If web 2 was html 5 and css3, how does a protocol that relies solely on money being transacted make the basis of web3?
This sounds exactly like a VC plot. "There will be money exchanged on every transaction". I bet they lost their minds in the pitch room when they heard it.
And that's the circle of silicon valley. AI with last longer though, it has actual practical applications and already is generating a ton of money. It'll start to die down once more people realize that its hallucinations kill a lot of its applications, which we'll need another technology breakthrough for that. It's a problem that's possible to solve though. I just hope for the collapse of OpenAI.
Don't forget about nfts there the future man they can't be replicated man where can you spend 100k and by the end of the week your investment is worh $3.50
The JPEG isn’t even on the blockchain for the majority of NFTs. It’s just a URL to a JPEG on a server someone else owns. If they take down the server, sell it, it gets hacked, the url scheme changes, etc someone is now the proud owner of a broken link lol
NFTs weren't created to be the proof of ownership of digital art, they just happen to be associated with that because that's what the majority of them were created for.
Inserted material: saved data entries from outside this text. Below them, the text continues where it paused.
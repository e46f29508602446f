package dxfout

import (
	"encoding/json"
	"fmt"
	"math"
	"os"
	"os/exec"
	"path/filepath"
	"strings"
	"testing"

	"gonum.org/v1/gonum/spatial/r2"
)

// python is Debian's interpreter, where python3-ezdxf installs; not
// whatever python3 is first on PATH.
const python = "/usr/bin/python3"

// readBack loads each file with ezdxf, audits it and reports what a reader
// independent of ours sees.
const readBack = `
import json, sys
import ezdxf
from ezdxf import bbox
out = []
for path in sys.argv[1:]:
    doc = ezdxf.readfile(path)
    auditor = doc.audit()
    msp = doc.modelspace()
    ents = []
    for e in msp:
        d = {"type": e.dxftype(), "layer": e.dxf.layer}
        if e.dxftype() == "CIRCLE":
            d["x"], d["y"], d["r"] = e.dxf.center.x, e.dxf.center.y, e.dxf.radius
        elif e.dxftype() == "LWPOLYLINE":
            d["closed"] = bool(e.closed)
            d["points"] = [[p[0], p[1], p[4]] for p in e.get_points("xyseb")]
        elif e.dxftype() == "POLYLINE":
            d["closed"] = bool(e.is_closed)
            d["points"] = [[v.dxf.location.x, v.dxf.location.y, v.dxf.bulge] for v in e.vertices]
        elif e.dxftype() == "TEXT":
            d["text"] = e.dxf.text
        ents.append(d)
    # Text extents depend on the font metrics ezdxf finds (matplotlib's, or
    # a rough fallback without it); everything else is exact geometry.
    box = bbox.extents(msp)
    geom = bbox.extents(e for e in msp if e.dxftype() not in ("TEXT", "MTEXT"))
    out.append({
        "path": path,
        "version": doc.dxfversion,
        "errors": [str(x.message) for x in auditor.errors],
        "fixes": [str(x.message) for x in auditor.fixes],
        "insunits": doc.header.get("$INSUNITS"),
        "measurement": doc.header.get("$MEASUREMENT"),
        "extmin": list(doc.header.get("$EXTMIN"))[:2],
        "extmax": list(doc.header.get("$EXTMAX"))[:2],
        "bbox": [box.extmin.x, box.extmin.y, box.extmax.x, box.extmax.y],
        "geometry": [geom.extmin.x, geom.extmin.y, geom.extmax.x, geom.extmax.y],
        "entities": ents,
    })
json.dump(out, sys.stdout)
`

type ezFile struct {
	Path        string     `json:"path"`
	Version     string     `json:"version"`
	Errors      []string   `json:"errors"`
	Fixes       []string   `json:"fixes"`
	Insunits    int        `json:"insunits"`
	Measurement int        `json:"measurement"`
	Extmin      [2]float64 `json:"extmin"`
	Extmax      [2]float64 `json:"extmax"`
	Bbox        [4]float64 `json:"bbox"`     // everything, text included
	Geometry    [4]float64 `json:"geometry"` // everything but TEXT and MTEXT
	Entities    []struct {
		Type   string       `json:"type"`
		Layer  string       `json:"layer"`
		X      float64      `json:"x"`
		Y      float64      `json:"y"`
		R      float64      `json:"r"`
		Closed bool         `json:"closed"`
		Points [][3]float64 `json:"points"`
		Text   string       `json:"text"`
	} `json:"entities"`
}

// matplotlibMissing says why python cannot import matplotlib and what to
// install, "" when it can. ezdxf draws with it and measures text with its
// font metrics; without it ezdxf 0.18 estimates text extents with a rough
// fallback font that disagrees with ours.
func matplotlibMissing() string {
	if err := exec.Command(python, "-c", "import matplotlib").Run(); err != nil {
		return fmt.Sprintf("%s cannot import matplotlib (%v); install Debian's python3-matplotlib "+
			"(apt-get install -y python3-matplotlib)", python, err)
	}
	return ""
}

func haveEzdxf(t *testing.T) {
	t.Helper()
	if err := exec.Command(python, "-c", "import ezdxf").Run(); err != nil {
		t.Skipf("skipping the independent read-back: %s cannot import ezdxf (%v); "+
			"install Debian's python3-ezdxf (apt-get install -y python3-ezdxf) to run it", python, err)
	}
}

// Every sheet and CAM file passes ezdxf's audit with nothing to fix and reads
// back, through ezdxf, to the job's holes within 1e-6 with the right
// $INSUNITS; a CAM file holds only the contour and the holes; the header
// extents hold ezdxf's own bounding box of the geometry exactly and, where
// matplotlib gives ezdxf real font metrics, of the text within a text
// height.
func TestEzdxfReadsBack(t *testing.T) {
	haveEzdxf(t)
	dir := t.TempDir()
	type expect struct {
		cam     bool
		sys     int
		holes   []wantHole
		contour [][2]float64 // a plate outline's corners in the plate's frame (jobOutline), nil: not checked
	}
	want := map[string]expect{}
	var paths []string
	for _, job := range jobs {
		r, s := sheetOf(t, job)
		b, err := Sheet(s)
		if err != nil {
			t.Fatal(err)
		}
		ins, _ := wantUnits(s.Units)
		var sheetHoles []wantHole
		write := func(name string, data []byte, e expect) {
			p := filepath.Join(dir, name)
			if err := os.WriteFile(p, data, 0o644); err != nil {
				t.Fatal(err)
			}
			paths = append(paths, p)
			want[p] = e
		}
		for vi, v := range s.Views {
			cb, err := CAM(&v.Part, s.Units)
			if err != nil {
				t.Fatal(err)
			}
			hs := jobHoles(r, vi == 1)
			write(s.Mark+"-"+v.Part.Name+".cam.dxf", cb, expect{cam: true, sys: int(ins), holes: hs, contour: jobOutline(r, vi == 1)})
			for _, h := range hs {
				q := v.Fold(r2.Vec{X: h.x, Y: h.y}) // where a break puts it
				h.x, h.y = q.X+v.Origin.X, q.Y+v.Origin.Y
				sheetHoles = append(sheetHoles, h)
			}
		}
		write(s.Mark+".dxf", b, expect{sys: int(ins), holes: sheetHoles})
	}
	out, err := exec.Command(python, append([]string{"-c", readBack}, paths...)...).Output()
	if err != nil {
		if ee, ok := err.(*exec.ExitError); ok {
			t.Fatalf("ezdxf: %v\n%s", err, ee.Stderr)
		}
		t.Fatal(err)
	}
	var files []ezFile
	if err := json.Unmarshal(out, &files); err != nil {
		t.Fatal(err)
	}
	if len(files) != len(paths) {
		t.Fatalf("ezdxf read %d files of %d", len(files), len(paths))
	}
	for _, f := range files {
		w := want[f.Path]
		name := filepath.Base(f.Path)
		if len(f.Errors) > 0 || len(f.Fixes) > 0 {
			t.Errorf("%s: audit errors %q, fixes %q", name, f.Errors, f.Fixes)
		}
		if f.Insunits != w.sys || f.Measurement != map[int]int{1: 0, 4: 1}[w.sys] {
			t.Errorf("%s: $INSUNITS %d $MEASUREMENT %d", name, f.Insunits, f.Measurement)
		}
		// The geometry (contours, holes, dimension and reference lines,
		// arrowheads) lies inside the header extents, exactly.
		if outside(f.Geometry, f.Extmin, f.Extmax, 1e-6) {
			t.Errorf("%s: ezdxf's bounding box of the geometry %v lies outside $EXTMIN %v $EXTMAX %v", name, f.Geometry, f.Extmin, f.Extmax)
		}
		var holes []wantHole
		for _, e := range f.Entities {
			if w.cam && e.Layer != "contour" && e.Layer != "holes" {
				t.Errorf("%s: a %s on layer %q", name, e.Type, e.Layer)
			}
			if w.cam && e.Layer == "contour" && (e.Type != "LWPOLYLINE" || !e.Closed) {
				t.Errorf("%s: contour is a %s, closed %v", name, e.Type, e.Closed)
			}
			if w.cam && e.Layer == "contour" && w.contour != nil {
				// The plate's CAM contour is the job's outline, corner by corner.
				if len(e.Points) != len(w.contour) {
					t.Errorf("%s: contour of %d corners, the outline has %d", name, len(e.Points), len(w.contour))
				}
				for k := range min(len(e.Points), len(w.contour)) {
					if p, q := e.Points[k], w.contour[k]; math.Abs(p[0]-q[0]) > tol || math.Abs(p[1]-q[1]) > tol {
						t.Errorf("%s: contour corner %d at (%v, %v), the outline's at %v", name, k, p[0], p[1], q)
					}
				}
			}
			if e.Layer != "holes" {
				continue
			}
			h, err := ezHole(e.Type, e.X, e.Y, e.R, e.Points, e.Closed)
			if err != nil {
				t.Fatalf("%s: %v", name, err)
			}
			holes = append(holes, h)
		}
		sameHoles(t, name, holes, w.holes)
	}
	// Text: ezdxf measures it with matplotlib's font metrics; allow it a
	// text height's slack (1/4 in, 6 mm) past our estimate. A CAM file
	// has no text, so its whole box stays exact.
	t.Run("text extents", func(t *testing.T) {
		if why := matplotlibMissing(); why != "" {
			t.Skip("skipping the bounding box of text, which ezdxf measures with matplotlib's font metrics: " + why)
		}
		for _, f := range files {
			w := want[f.Path]
			slack := map[int]float64{1: 0.25, 4: 6}[w.sys]
			if w.cam {
				slack = 1e-6
			}
			if outside(f.Bbox, f.Extmin, f.Extmax, slack) {
				t.Errorf("%s: ezdxf's bounding box %v lies outside $EXTMIN %v $EXTMAX %v", filepath.Base(f.Path), f.Bbox, f.Extmin, f.Extmax)
			}
		}
	})
}

// ezHole is the hole an entity of ezdxf's on layer holes draws: a CIRCLE
// (centre x, y, radius r), or a slot as a closed polyline (LWPOLYLINE,
// or R12's POLYLINE) of four points, two straight sides and two ends.
func ezHole(kind string, x, y, r float64, p [][3]float64, closed bool) (wantHole, error) {
	switch kind {
	case "CIRCLE":
		return wantHole{x: x, y: y, width: 2 * r}, nil
	case "LWPOLYLINE", "POLYLINE":
		if len(p) != 4 || !closed {
			return wantHole{}, fmt.Errorf("slot of %d points, closed %v", len(p), closed)
		}
		side := math.Hypot(p[1][0]-p[0][0], p[1][1]-p[0][1])
		width := math.Hypot(p[2][0]-p[1][0], p[2][1]-p[1][1])
		return wantHole{x: (p[0][0] + p[2][0]) / 2, y: (p[0][1] + p[2][1]) / 2,
			width: width, length: side + width, alongY: p[1][0] == p[0][0]}, nil
	}
	return wantHole{}, fmt.Errorf("a %s on the holes layer", kind)
}

// outside reports whether box (xmin, ymin, xmax, ymax) reaches more than
// slack past the extents.
func outside(box [4]float64, extmin, extmax [2]float64, slack float64) bool {
	return box[0] < extmin[0]-slack || box[1] < extmin[1]-slack || box[2] > extmax[0]+slack || box[3] > extmax[1]+slack
}

// ezdxf's renderer draws a sheet without complaint (it fails on malformed
// TEXT): a smoke test, skipped without python3-matplotlib.
func TestEzdxfDraws(t *testing.T) {
	haveEzdxf(t)
	if why := matplotlibMissing(); why != "" {
		t.Skip("skipping the render: " + why)
	}
	_, s := sheetOf(t, "../testdata/jobs/si-slotted.yaml")
	b, err := Sheet(s)
	if err != nil {
		t.Fatal(err)
	}
	dir := t.TempDir()
	in, out := filepath.Join(dir, "KB-40.dxf"), filepath.Join(dir, "KB-40.png")
	if err := os.WriteFile(in, b, 0o644); err != nil {
		t.Fatal(err)
	}
	cmd := exec.Command(python, "-m", "ezdxf", "draw", in, "-o", out, "--dpi", "50")
	cmd.Env = append(os.Environ(), "MPLBACKEND=Agg", "MPLCONFIGDIR="+dir)
	if msg, err := cmd.CombinedOutput(); err != nil {
		t.Fatalf("ezdxf draw: %v\n%s", err, lastLines(string(msg), 10))
	}
	if st, err := os.Stat(out); err != nil || st.Size() == 0 {
		t.Fatalf("no PNG: %v", err)
	}
}

func lastLines(s string, n int) string {
	lines := strings.Split(strings.TrimSpace(s), "\n")
	return strings.Join(lines[max(0, len(lines)-n):], "\n")
}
The NFT isn't the art that can be copy-pasted to any computer, it's the proof of ownership. Criticizing them by saying "I can just download a copy of the picture!" is like saying copyrights are useless because you can use tools to rip movies from streaming services, sure you "own a copy", it doesn't make you a rightful owner of it from the perspective of the law.
NFT’s also don’t implicitly make you the rightfull owner. The basketball NFT’s content still explicitly belongs to the seller. The only true way for NFT’s to work for digital content is to have a contract that specifically states that the NFT proves ownership, but you might as well write it directly in the contract at that point.
No. Web2 is about user generated content (as opposed to the static pages of Web1) - crapto stuff hardly fits the bill. Like it or not, it really does belong to Web3 - which is about decentralization.
what if web3 is anonymous overlay networks like Tor hidden services? It a completely new concept to internet itself, and if directly implemented on hardware it will be true Web3
Why would you need to implement it directly on the hardware? Wouldn't that hurt adoption? Something like Veilid seems like a way better option to me. It's just a shame the documentation is so lacking (last time I checked).
Blockchain and cryptocurrencies are pretty cool from just a technology perspective. At university I studied a lot of math and cryptography and that happened to be at the same time that Bitcoin became a thing. It could have some real applications, but scammers and cryptobros ruined it for everyone and now I can't even say I find crypto (meaning cryptography) cool without seeming like an asshat.